Here's a more concise version that does not require trait AppendedClues or assigning the result of the match expression to a val.
(value match {
case ExpectedPattern => Right("ok")
case _ => Left("failure reason")
}) shouldBe Right("ok")

Can extractors be customized with parameters in the body of a case statement (or anywhere else that an extractor would be used)?

Basically, I would like to be able to build a custom extractor without having to store it in a variable prior to using it.
This isn't a real example of how I would use it, it would more likely be used in the case of a regular expression or some other string pattern like construct, but hopefully it explains what I'm looking for:
def someExtractorBuilder(arg:Boolean) = new {
def unapply(s:String):Option[String] = if(arg) Some(s) else None
}
//I would like to be able to use something like this
val {someExtractorBuilder(true)}(result) = "test"
"test" match {case {someExtractorBuilder(true)}(result) => result }
//instead I would have to do this:
val customExtractor = someExtractorBuilder(true)
val customExtractor(result) = "test"
"test" match {case customExtractor(result) => result}
When just doing a single custom extractor it doesn't make much difference, but if you were building a large list of extractors for a case statement, it could make things more difficult to read by separating all of the extractors from their usage.
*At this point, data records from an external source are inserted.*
import { describe, expect, it } from "vitest";
import { SeriesRecorder } from "../../src/analysis/series-recorder.js";
import { propagate } from "../../src/propagate.js";
import { confinedMotion } from "../../src/studies/confined.js";
import { prepare } from "../../src/studies/prepare.js";
import { designOf, potentialOf } from "../grid/samples.js";

/** A coherent state: hbar omega = 0.1 eV, sigma^2 = hbar / 2 m omega; value computed, check-values 3.2. */
const SIGMA = 2.38464682167658;
const PERIOD = 41.35667696923859;
const well = (center = 0) => potentialOf("harmonic", { quantum: 0.1 }, center);

describe("motion in a harmonic well (coherent state: Schrodinger 1926, from memory; 41.35667696923859 fs and 2.38464682167658 nm computed)", () => {
  it("starts in the middle, wherever that is, and follows two classical periods", () => {
    for (const center of [0, -3.7, 250]) {
      const { from, end } = confinedMotion(designOf(well(center), { energy: 0.2, width: SIGMA }));
      expect(Math.abs(from.packet.center - center)).toBeLessThan(1e-9 * (1 + Math.abs(center)));
      // Midpoints miss the square-root ends of 1/v: a per cent of a duration that nothing depends on.
      expect(Math.abs(end / (2 * PERIOD) - 1)).toBeLessThan(2e-2);
    }
  });

  it.each(["crank-nicolson", "split-operator"])(
    "by %s swings with that period and keeps its width",
    async (stepper) => {
      const design = designOf(well(), { energy: 0.2, width: SIGMA, start: 4 }, { stepper, end: PERIOD });
      const run = prepare(design);
      const series = new SeriesRecorder(run.stepper, 4, 1);
      await propagate(run, [series]);
      const column = (name: string) =>
        series.series.find((c) => c.name === name)?.values ?? new Float64Array(0);
      const [time, x, spread] = [column("time"), column("x_mean"), column("x_spread")];
      expect(time[time.length - 1]).toBeCloseTo(PERIOD, 9);
      const omega = (2 * Math.PI) / PERIOD;
      const amplitude = 2 * SIGMA ** 2 * run.from.k0;
      // Crank-Nicolson's grid has a phase of 1/6 a cell: (1/6)^2 / 24 of the frequency, times 2 pi of a swing of ten nm.
      const tolerance = stepper === "split-operator" ? 1e-7 : 0.1;
      time.forEach((t, i) => {
        expect(Math.abs(x[i] - 4 * Math.cos(omega * t) - amplitude * Math.sin(omega * t))).toBeLessThan(
          tolerance,
        );
        expect(Math.abs(spread[i] / SIGMA - 1)).toBeLessThan(stepper === "split-operator" ? 1e-7 : 0.01);
      });
      for (const drift of column("norm_drift")) expect(Math.abs(drift)).toBeLessThan(1e-11);
    },
  );

  it("has a box beyond where the fastest component turns", () => {
    const { stretches, from, circle } = confinedMotion(
      designOf(well(), { energy: 0.2, width: SIGMA, start: 4 }),
    );
    const [{ from: left, to: right }] = stretches;
    expect(well().value(left)).toBeGreaterThan(from.highest);
    expect(well().value(right)).toBeGreaterThan(from.highest);
    const { first, step, points } = circle();
    expect([first, first + step * points]).toEqual([left, right]);
    expect(Math.log2(points) % 1).toBe(0);
    expect(circle(100).points).toBe(128);
  });
});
I expect that the answer is no you can't do this, but I thought I'd ask around first :D
Parameterising extractors would be cool, but we don't have the resources to implement them right now.
Nope.
8.1.7 Extractor Patterns
An extractor pattern x (p 1 , . . . ,
p n ) where n ≥ 0 is of the same
syntactic form as a constructor
pattern. However, instead of a case
class, the stable identifier x denotes
an object which has a member method
named unapply or unapplySeq that
matches the pattern.
One can customize extractors to certain extent using implicit parameters, like this:
object SomeExtractorBuilder {
def unapply(s: String)(implicit arg: Boolean): Option[String] = if (arg) Some(s) else None
}
implicit val arg: Boolean = true
"x" match {
case SomeExtractorBuilder(result) =>
result
}
Unfortunately this cannot be used when you want to use different variants in one match, as all case statements are in the same scope. Still, it can be useful sometimes.
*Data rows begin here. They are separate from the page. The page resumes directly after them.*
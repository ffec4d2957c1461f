/** A wrong design: what was changed in a right one, or a whole text, and the options it is read with. */
export interface BadDesign {
  readonly what: string;
  readonly text: string;
  readonly set?: readonly string[];
  readonly accuracy?: number;
  readonly stepper?: string;
  readonly order?: number;
  /** The whole line of the error, without the program's name. */
  readonly message: string;
}

/** A right design, in block style so that every line has one value. */
export const RIGHT = `title: Blocking barrier
particle:
  mass: 0.067 m_e
potential:
  shape: layers
  layers:
    - width: 2.5 nm
      height: 0.30 eV
      mass: 0.092 m_e
    - width: 5.0 nm
      height: 0 eV
packet:
  energy: 0.15 eV
  width: 12 nm
numerics:
  accuracy: 1e-6
`;

/** The right design with one line replaced; line numbers from 1. */
function line(number: number, ...replacement: string[]): string {
  const lines = RIGHT.split("\n");
  lines.splice(number - 1, 1, ...replacement);
  return lines.join("\n");
}

const step = `title: Step
potential: { shape: step, height: 0.3 eV }
packet: { energy: 0.2 eV, width: 12 nm }
`;

const bomb = `a: &a [1, 1, 1, 1, 1, 1, 1, 1, 1]
b: &b [*a, *a, *a, *a, *a, *a, *a, *a, *a]
c: &c [*b, *b, *b, *b, *b, *b, *b, *b, *b]
d: &d [*c, *c, *c, *c, *c, *c, *c, *c, *c]
`;
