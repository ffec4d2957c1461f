import { describe, expect, it } from "vitest";
import { departure } from "../../src/grid/journey.js";
import { relativeError } from "../../src/studies/common-checks.js";
import { forcedRoom, isForced } from "../../src/studies/forced.js";
import { DesignLimitError } from "../../src/studies/limits.js";
import { designOf, potentialOf } from "../grid/samples.js";

const barrier = potentialOf("rectangular", { height: 0.3, width: 5 });
const automatic = { near: 400, far: 200 };
const roomOf = (length?: number) => {
  const design = designOf(barrier, { energy: 0.15, width: 10 }, { length });
  return forcedRoom(design, departure(design), automatic);
};

describe("forced numerics", () => {
  it("are those that the error of the transmission depends on", () => {
    for (const key of ["step", "points", "length", "timeStep", "end"])
      expect(isForced({ [key]: 1 }), key).toBe(true);
    expect(isForced({})).toBe(false);
    expect(isForced({ stepper: "crank-nicolson", order: 4, accuracy: 1e-4, boundary: "closed" })).toBe(false);
  });

  it("share a length as the automatic room is shared, but hold the packet first", () => {
    expect(roomOf()).toBe(automatic);
    const long = roomOf(905);
    expect(long.near).toBeCloseTo(600, 10);
    expect(long.far).toBeCloseTo(300, 10);
    const short = roomOf(200);
    expect(short.near).toBe(180);
    expect(short.far).toBeCloseTo(15, 10);
  });

  it("refuse a length that does not hold the packet, and say how much would", () => {
    expect(() => roomOf(180)).toThrow(DesignLimitError);
    expect(() => roomOf(180)).toThrow(/here more than "189 nm"; got "180 nm"/);
    expect(roomOf(189).far).toBeGreaterThan(0);
  });
});

describe("a relative error", () => {
  it("is huge, and never NaN or negative, where there is no positive value to relate it to", () => {
    expect(relativeError(1e-9, 0.5)).toBe(2e-9);
    for (const [error, value] of [
      [0, 0],
      [1, 0],
      [1, -1e-20],
      [Number.NaN, 1],
      [Number.POSITIVE_INFINITY, 1],
      [1, Number.NaN],
      [1, 1e-320],
    ])
      expect(relativeError(error, value)).toBe(Number.MAX_VALUE);
  });
});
Late but there is a scalac plugin in one of my lib providing syntax ~(extractorWith(param), bindings):
x match {
case ~(parametrizedExtractor(param)) =>
"no binding"
case ~(parametrizedExtractor(param), (a, b)) =>
s"extracted bindings: $a, $b"
}
https://github.com/cchantep/acolyte/blob/master/scalac-plugin/readme.md
Though what you are asking isn't directly possible,
it is possible to create an extractor returning a contaner that gets evaluated value in the if-part of the case evaluation. In the if part it is possible to provide parameters.
object DateExtractor {
def unapply(in: String): Option[DateExtractor] = Some(new DateExtractor(in));
}
class DateExtractor(input:String){
var value:LocalDate=null;
def apply():LocalDate = value;
def apply(format: String):Boolean={
val formater=DateTimeFormatter.ofPattern(format);
try{
val parsed=formater.parse(input, TemporalQueries.localDate());
value=parsed
true;
} catch {
case e:Throwable=>{
false
}
}
}
}
Usage:
object DateExtractorUsage{
def main(args: Array[String]): Unit = {
"2009-12-31" match {
case DateExtractor(ext) if(ext("dd-MM-yyyy"))=>{
println("Found dd-MM-yyyy date:"+ext())
}
case DateExtractor(ext) if(ext("yyyy-MM-dd"))=>{
println("Found yyyy-MM-dd date:"+ext())
}
case _=>{
println("Unable to parse date")
}
}
}
}
This pattern preserves the PartialFunction nature of the piece of code. I find this useful since I am quite a fan of the collect/collectFirst methods, which take a partial function as a parameter and typically does not leave room for precreating a set of extractors.